→ Directions:
Among the lines below, how many have the string "pipe" in them? Only the number is wanted.

→ Given records:
#include "lapwing/io/input_file.hpp"

#include <algorithm>
#include <cerrno>
#include <filesystem>
#include <mutex>
#include <system_error>

#include "lapwing/base/error.hpp"

namespace lapwing {

namespace {
// What the file's status says (no file, a folder); the file is not opened.
std::optional<std::string> status_problem(const std::string& file) {
  std::error_code ec;
  const auto status = std::filesystem::status(file, ec);
  // The system's words: "No such file or directory", "Permission denied", ...
  if (ec) return "cannot open the file: " + ec.message();
  if (std::filesystem::is_directory(status)) return std::string("is a directory, not a file");
  return std::nullopt;
}

std::optional<std::string> open_problem(const std::string& file, std::ifstream& in) {
  errno = 0;
  in.open(file, std::ios::binary);
  if (in) return std::nullopt;
  const int e = errno;
  return "cannot open the file" +
         (e != 0 ? ": " + std::generic_category().message(e) : std::string());
}
}  // namespace

std::optional<std::string> unreadable(const std::string& file) {
  if (auto why = status_problem(file)) return why;
  // A regular file is opened to learn whether it can be; a pipe or device is not (opening a
  // pipe twice would take what its writer meant for the reader): its reader finds out.
  std::error_code ec;
  if (!std::filesystem::is_regular_file(file, ec)) return std::nullopt;
  std::ifstream in;
  return open_problem(file, in);
}

std::ifstream open_input(const std::string& file) {
  std::ifstream in;
  auto why = status_problem(file);
  if (!why) why = open_problem(file, in);
  if (why) throw InputError(file, Mark{}, *why);
  note_input(file);
  return in;
}

bool same_file(const std::string& a, const std::string& b) {
  std::error_code e1, e2, e3;
  if (std::filesystem::equivalent(a, b, e3) && !e3) return true;
  const auto ca = std::filesystem::weakly_canonical(a, e1);
  const auto cb = std::filesystem::weakly_canonical(b, e2);
  return !e1 && !e2 && ca == cb;
}

namespace {
// The living ledger (the innermost, when one is made inside another) and the lock over it:
// tracks and logs may be read on worker threads.
std::mutex ledger_mutex;
InputLedger* ledger = nullptr;
}  // namespace

InputLedger::InputLedger() {
  const std::lock_guard lock(ledger_mutex);
  outer_ = ledger;
  ledger = this;
}

InputLedger::~InputLedger() {
  const std::lock_guard lock(ledger_mutex);
  ledger = outer_;
}

void note_input(const std::string& file) {
  std::error_code ec;
  if (!std::filesystem::is_regular_file(file, ec)) return;
  const std::lock_guard lock(ledger_mutex);
  if (!ledger) return;
  auto& files = ledger->files_;
  if (std::find(files.begin(), files.end(), file) == files.end()) files.push_back(file);
}

std::vector<std::string> inputs_read() {
  const std::lock_guard lock(ledger_mutex);
  return ledger ? ledger->files_ : std::vector<std::string>{};
}

std::string mib_text(std::size_t bytes) {
  return std::to_string(bytes >> 20) + " MiB";
}

}  // namespace lapwing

→ Task response:
2